Stored data
------

#!/bin/bash
# reduce-steps.sh - the steps of a reduce job: verify the campaign, reduce it (resumably), check the summary, archive it.
#
# reduce.slurm and reduce.pbs run this inside their allocation; you can also run it by hand
# inside an interactive allocation (salloc ...), or on a workstation with MC_LAUNCHER=mpirun.
#
# Usage: reduce-steps.sh [CAMPAIGN_DIR]
#
# Parameters, as environment variables (sbatch and qsub -V pass the submitting shell's):
#   MC_CAMPAIGN        campaign directory (rank-NNNNNN.mct files); or the first argument. Required.
#   MC_SUMMARY         summary to write (default: CAMPAIGN.h5, beside the campaign directory)
#   MC_JOBDIR          where the job keeps its notes and checkpoint between submissions
#                      (default: SUMMARY without .h5, plus .job)
#   MC_CHECKPOINT      checkpoint directory, used when `msgcensus reduce --help` lists
#                      --checkpoint (default: MC_JOBDIR/checkpoint)
#   MC_ARCHIVE         archive directory: the summary and a manifest are copied there after the
#                      check (default: empty = no archive step)
#   MC_LABEL           run label stored in the summary (default: the campaign directory's name)
#   MC_LAUNCHER        srun or mpirun (default: srun inside Slurm, mpirun elsewhere)
#   MC_SRUN_ARGS       srun's options (default: --mpi=pmix; --mpi=pmi2 does not work with
#                      Debian's Open MPI)
#   MC_MPIRUN          the mpirun command (default: mpirun)
#   MC_MPIRUN_ARGS     mpirun's options (default: --hostfile $PBS_NODEFILE when PBS set it)
#   MC_RANKS           reducer ranks (default: reducer-ranks.sh's advice, see docs/batch.md)
#   MC_RANKS_PER_NODE, MC_MIN_BYTES_PER_RANK
#                      passed to reducer-ranks.sh
#   MC_BIN             the msgcensus command (default: msgcensus from PATH)
#   MC_VERIFY          1 (default) = run msgcensus verify first; 0 = leave it out (the reduce
#                      still checks every block's checksum and stops at the first damage)
#   MC_SKIP_DAMAGED    1 = when verify finds damage, reduce anyway with --skip-damaged (damaged
#                      blocks are counted in the summary, not reduced); default 0 = stop
#   MC_REDUCE_ARGS     more options for `msgcensus reduce` (e.g. --per-comm)
#   MC_CHECKSUM        sha256 (default, sha256sum) or xxh64 (xxhsum -H1, faster) for the manifest
#   MC_HASH_JOBS       checksum processes at once (default: nproc)
#
# Exit status: 0 when the summary is written, checked (and archived when asked); 1 otherwise,
# with the reason on stderr; 2 on bad parameters.
#
# Nothing here deletes or compresses raw traces: that is release-raw-traces.sh, run by hand.
set -euo pipefail

prog=reduce-job
say() { printf '%s: %s\n' "$prog" "$*" >&2; }
die() { printf '%s: error: %s\n' "$prog" "$*" >&2; exit 1; }
bad() { printf '%s: %s\n' "$prog" "$*" >&2; exit 2; }
step() { printf '\n== %s  %s\n' "$(date -u +%H:%M:%S)" "$*" >&2; }

here=$(cd "$(dirname "${BASH_SOURCE[0]}")" && pwd)
tmpfiles=()
cleanup() { [ ${#tmpfiles[@]} = 0 ] || rm -f "${tmpfiles[@]}"; }
trap cleanup EXIT
# At its time limit (or on scancel) Slurm sends SIGTERM to every process of the job, then SIGKILL
# KillWait seconds later; PBS does the same at its walltime. Say what that means for this job.
on_term() {
    if [ "${has_checkpoint:-0}" = 1 ]; then
        say "stopped by SIGTERM (time limit or cancel); resubmit the same job to resume from ${checkpoint:-its checkpoint}"
    else
        say "stopped by SIGTERM (time limit or cancel); this msgcensus has no checkpoint, a resubmitted job starts over"
    fi
    exit 143
}
trap on_term TERM

# ---- parameters ------------------------------------------------------------
campaign=${1:-${MC_CAMPAIGN:-}}
[ -n "$campaign" ] || bad "no campaign: set MC_CAMPAIGN or pass the directory as the first argument"
[ -d "$campaign" ] || die "$campaign: campaign directory not found"
campaign=$(cd "$campaign" && pwd)
name=$(basename "$campaign")
summary=${MC_SUMMARY:-$(dirname "$campaign")/$name.h5}
case $summary in /*) ;; *) summary=$PWD/$summary ;; esac
jobdir=${MC_JOBDIR:-${summary%.h5}.job}
checkpoint=${MC_CHECKPOINT:-$jobdir/checkpoint}
archive=${MC_ARCHIVE:-}
label=${MC_LABEL:-$name}
bin=${MC_BIN:-msgcensus}
skip_damaged=${MC_SKIP_DAMAGED:-0}
do_verify=${MC_VERIFY:-1}
checksum=${MC_CHECKSUM:-sha256}
hash_jobs=${MC_HASH_JOBS:-$(nproc)}
if [ -n "${MC_LAUNCHER:-}" ]; then launcher=$MC_LAUNCHER
elif [ -n "${SLURM_JOB_ID:-}" ]; then launcher=srun
else launcher=mpirun
fi
read -r -a srun_args <<<"${MC_SRUN_ARGS:---mpi=pmix}"
read -r -a mpirun_cmd <<<"${MC_MPIRUN:-mpirun}"
if [ -n "${MC_MPIRUN_ARGS+set}" ]; then
    read -r -a mpirun_args <<<"$MC_MPIRUN_ARGS"
elif [ -n "${PBS_NODEFILE:-}" ]; then
    mpirun_args=(--hostfile "$PBS_NODEFILE")
else
    mpirun_args=()
fi
read -r -a reduce_args <<<"${MC_REDUCE_ARGS:-}"

case $launcher in srun | mpirun) ;; *) bad "MC_LAUNCHER must be srun or mpirun, not '$launcher'" ;; esac
case $skip_damaged in 0 | 1) ;; *) bad "MC_SKIP_DAMAGED must be 0 or 1" ;; esac
case $do_verify in 0 | 1) ;; *) bad "MC_VERIFY must be 0 or 1" ;; esac
[ -z "${MC_RANKS:-}" ] || [[ $MC_RANKS =~ ^[1-9][0-9]*$ ]] || bad "MC_RANKS must be a positive number, not '$MC_RANKS'"
case $checksum in
sha256) hash_cmd=(sha256sum) sums_name=SHA256SUMS ;;
xxh64) hash_cmd=(xxhsum -H1) sums_name=XXH64SUMS ;;
*) bad "MC_CHECKSUM must be sha256 or xxh64, not '$checksum'" ;;
esac
command -v "$bin" >/dev/null 2>&1 || die "'$bin' not found: put msgcensus on PATH or set MC_BIN"
command -v "${hash_cmd[0]}" >/dev/null 2>&1 || die "${hash_cmd[0]} not found (MC_CHECKSUM=$checksum)"
mkdir -p "$jobdir" "$(dirname "$summary")"

version=$("$bin" --version)
has_checkpoint=0
if "$bin" reduce --help 2>/dev/null | grep -q -- '--checkpoint'; then has_checkpoint=1; fi

step "reduce job for $campaign"
say "tool:       $version"
say "summary:    $summary"
say "job notes:  $jobdir"
if [ "$has_checkpoint" = 1 ]; then
    say "checkpoint: $checkpoint (a job killed at its time limit resumes from here when resubmitted)"
else
    say "checkpoint: none (this msgcensus has no 'reduce --checkpoint'; a killed job starts over)"
fi
say "archive:    ${archive:-none (MC_ARCHIVE not set)}"
jobname=${SLURM_JOB_ID:+Slurm job $SLURM_JOB_ID}${PBS_JOBID:+PBS job $PBS_JOBID}
say "job:        ${jobname:-outside a batch system} on $(hostname)"

# ---- helpers -----------------------------------------------------------------

# launch N CMD...: run CMD as an MPI job of N ranks inside the allocation.
launch() {
    local n=$1
    shift
    case $launcher in
    srun) srun "${srun_args[@]}" -n "$n" "$@" ;;
    mpirun) "${mpirun_cmd[@]}" "${mpirun_args[@]}" -np "$n" "$@" ;;
    esac
}

# The campaign's trace files, one name per line, sorted.
trace_files() {
    find "$campaign" -maxdepth 1 -type f -name '*.mct' -printf '%f\n' | LC_ALL=C sort
}

# A fingerprint of the campaign's names, sizes and modification times: verify's
# result is reused by a resubmitted job only while it is unchanged.
campaign_stamp() {
    find "$campaign" -maxdepth 1 -type f -name '*.mct' -printf '%f %s %T@\n' | LC_ALL=C sort | sha256sum | cut -d' ' -f1
}

# The record total of verify's last line: "verify: 8 files ok, 0 damaged; 40 blocks, 655360 records, 30 MiB".
verify_records_of() { sed -n 's/^verify: .*[ ;]\([0-9][0-9]*\) records.*/\1/p' "$1" | tail -n1; }

# The record total that `msgcensus report` prints: "records: 655360 read, 0 rejected".
report_records_of() { sed -n 's/^records:[[:space:]]*\([0-9][0-9]*\).*/\1/p' "$1" | head -n1; }
# File counts: verify's "verify: 8 files ok, ..." and report's "application: 8 ranks, 8 files, ...".
verify_files_of() { sed -n 's/^verify: \([0-9][0-9]*\) files ok.*/\1/p' "$1" | tail -n1; }
report_files_of() { sed -n 's/^application: .*[ ,]\([0-9][0-9]*\) files.*/\1/p' "$1" | head -n1; }

# ---- 1. verify -----------------------------------------------------------------
step "1/4 verify the campaign"
stamp=$(campaign_stamp)
if [ "$do_verify" = 0 ]; then
    say "MC_VERIFY=0: not verifying; the reduce checks every block and stops at damage"
    : >"$jobdir/verify.txt"
    [ "$skip_damaged" = 0 ] || reduce_args+=(--skip-damaged)
elif [ -s "$jobdir/verify.ok" ] && [ "$(cat "$jobdir/verify.ok")" = "$stamp" ] && [ -s "$jobdir/verify.txt" ]; then
    say "campaign unchanged since an earlier job verified it; reusing $jobdir/verify.txt"
    cat "$jobdir/verify.txt" >&2
else
    rm -f "$jobdir/verify.ok"
    set +e
    "$bin" verify "$campaign" >"$jobdir/verify.txt" 2>"$jobdir/verify.err"
    rc=$?
    set -e
    cat "$jobdir/verify.txt" "$jobdir/verify.err" >&2
    if [ "$rc" = 0 ]; then
        echo "$stamp" >"$jobdir/verify.ok"
    elif [ "$rc" = 1 ] && [ "$skip_damaged" = 1 ]; then
        say "verify found damage (above); MC_SKIP_DAMAGED=1: reducing anyway, damaged blocks skipped and counted"
        reduce_args+=(--skip-damaged)
    elif [ "$rc" = 1 ]; then
        die "verify found damage in $campaign (see the message above); not reducing. Repair or replace the file, or set MC_SKIP_DAMAGED=1 to reduce without the damaged blocks"
    else
        die "msgcensus verify failed with status $rc"
    fi
fi
verify_records=$(verify_records_of "$jobdir/verify.txt")

# ---- 2. reduce -------------------------------------------------------------------
step "2/4 reduce"
if [ -e "$summary" ]; then
    # The reducer renames a complete summary into place, so one that exists is whole.
    say "$summary exists (an earlier job wrote it); not reducing again, checking it. Remove it to reduce anew."
    if [ "$has_checkpoint" = 1 ] && [ -d "$checkpoint" ]; then
        say "note: checkpoint $checkpoint is still there (the job that wrote the summary ended before removing it); remove it by hand"
    fi
else
    if [ -n "${MC_RANKS:-}" ]; then
        ranks=$MC_RANKS
        say "ranks: $ranks (MC_RANKS)"
    else
        ranks=$("$here/reducer-ranks.sh" --explain "$campaign")
    fi
    ckpt_args=()
    if [ "$has_checkpoint" = 1 ]; then
        if [ -d "$checkpoint" ] && [ -n "$(ls -A "$checkpoint" 2>/dev/null)" ]; then
            say "resuming from checkpoint $checkpoint"
        fi
        ckpt_args=(--checkpoint "$checkpoint")
    fi
    say "running: $launcher, $ranks rank(s): $bin reduce $campaign -o $summary"
    set +e
    launch "$ranks" "$bin" reduce "$campaign" -o "$summary" --label "$label" \
        "${ckpt_args[@]}" "${reduce_args[@]}"
    rc=$?
    set -e
    [ "$rc" = 0 ] || die "msgcensus reduce failed with status $rc (its message is above)${ckpt_args:+; resubmit to resume from $checkpoint}"
fi
[ -s "$summary" ] || die "reduce reported success but $summary is missing or empty"

# ---- 3. check the summary ----------------------------------------------------------
step "3/4 check the summary"
"$bin" report "$summary" >"$jobdir/report.txt" 2>"$jobdir/report.err" ||
    { cat "$jobdir/report.err" >&2; die "msgcensus report cannot read $summary"; }
summary_records=$(report_records_of "$jobdir/report.txt")
[ -n "$summary_records" ] || die "no 'records:' line in the report of $summary ($jobdir/report.txt)"
if [ -n "$verify_records" ] && [ "$skip_damaged" = 0 ]; then
    [ "$summary_records" = "$verify_records" ] ||
        die "record totals differ: verify counted $verify_records, the summary holds $summary_records"
    verify_files=$(verify_files_of "$jobdir/verify.txt")
    summary_files=$(report_files_of "$jobdir/report.txt")
    [ "$summary_files" = "$verify_files" ] ||
        die "file counts differ: verify checked ${verify_files:-?} files, the summary holds ${summary_files:-?}"
    say "record totals agree: $summary_records records in $summary_files files (verify and summary)"
else
    say "summary holds $summary_records records (verify's total not compared: ${verify_records:+damaged blocks skipped}${verify_records:-verify printed no total})"
fi

# ---- 4. archive ------------------------------------------------------------------------
step "4/4 archive"
if [ -z "$archive" ]; then
    say "MC_ARCHIVE not set: no archive step. The summary is $summary"
    exit 0
fi
mkdir -p "$archive"
archive=$(cd "$archive" && pwd)
base=$(basename "$summary" .h5)
dest=$archive/$base.h5
if [ -e "$dest" ] && ! cmp -s "$summary" "$dest"; then
    die "$dest exists and differs from $summary; not overwriting an archived summary (move it away first)"
fi

say "checksumming $(trace_files | wc -l) trace files with ${hash_cmd[*]} ($hash_jobs at once)"
sums_tmp=$archive/.$base.$sums_name.tmp.$$
manifest_tmp=$archive/.$base.manifest.tmp.$$
copy_tmp=$archive/.$base.h5.tmp.$$
tmpfiles+=("$sums_tmp" "$manifest_tmp" "$copy_tmp")
(cd "$campaign" && trace_files | tr '\n' '\0' | xargs -0 -r -n 16 -P "$hash_jobs" "${hash_cmd[@]}") |
    LC_ALL=C sort -k2 >"$sums_tmp"
nfiles=$(wc -l <"$sums_tmp")
bytes=$(cd "$campaign" && trace_files | tr '\n' '\0' | xargs -0 -r stat -c %s | awk '{b+=$1} END {printf "%.0f\n", b}')

cp "$summary" "$copy_tmp"
cmp -s "$summary" "$copy_tmp" || die "copy of the summary into $archive differs from the original"
mv -f "$copy_tmp" "$dest"
summary_sha=$(sha256sum "$dest" | cut -d' ' -f1)

cat >"$manifest_tmp" <<EOF
# Archive manifest of a msgcensus summary (written by reduce-steps.sh). The checksums of the
# raw traces are in the file named by 'checksums'; release-raw-traces.sh checks all of it.
format: msgcensus-archive-manifest 1
created: $(date -u +%Y-%m-%dT%H:%M:%SZ)
campaign: $campaign
files: $nfiles
bytes: $bytes
records: $summary_records
tool_version: $version
summary: $base.h5
summary_sha256: $summary_sha
checksum_tool: ${hash_cmd[*]}
checksums: $base.$sums_name
job: ${SLURM_JOB_ID:+slurm:$SLURM_JOB_ID}${PBS_JOBID:+pbs:$PBS_JOBID}
EOF
mv -f "$sums_tmp" "$archive/$base.$sums_name"
mv -f "$manifest_tmp" "$archive/$base.manifest.txt"
say "archived: $dest"
say "manifest: $archive/$base.manifest.txt ($nfiles files, $bytes bytes, checksums in $base.$sums_name)"
say "the raw traces are untouched; to release them later, see jobscripts/release-raw-traces.sh"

------

• PROBLEM DESCRIPTION:
Of the entries above, repeat exactly the lines from the line with "campaign directory's name)" through the line with "out (the reduce", both of them included.

• TASK RESPONSE:
#   MC_LABEL           run label stored in the summary (default: the campaign directory's name)
#   MC_LAUNCHER        srun or mpirun (default: srun inside Slurm, mpirun elsewhere)
#   MC_SRUN_ARGS       srun's options (default: --mpi=pmix; --mpi=pmi2 does not work with
#                      Debian's Open MPI)
#   MC_MPIRUN          the mpirun command (default: mpirun)
#   MC_MPIRUN_ARGS     mpirun's options (default: --hostfile $PBS_NODEFILE when PBS set it)
#   MC_RANKS           reducer ranks (default: reducer-ranks.sh's advice, see docs/batch.md)
#   MC_RANKS_PER_NODE, MC_MIN_BYTES_PER_RANK
#                      passed to reducer-ranks.sh
#   MC_BIN             the msgcensus command (default: msgcensus from PATH)
#   MC_VERIFY          1 (default) = run msgcensus verify first; 0 = leave it out (the reduce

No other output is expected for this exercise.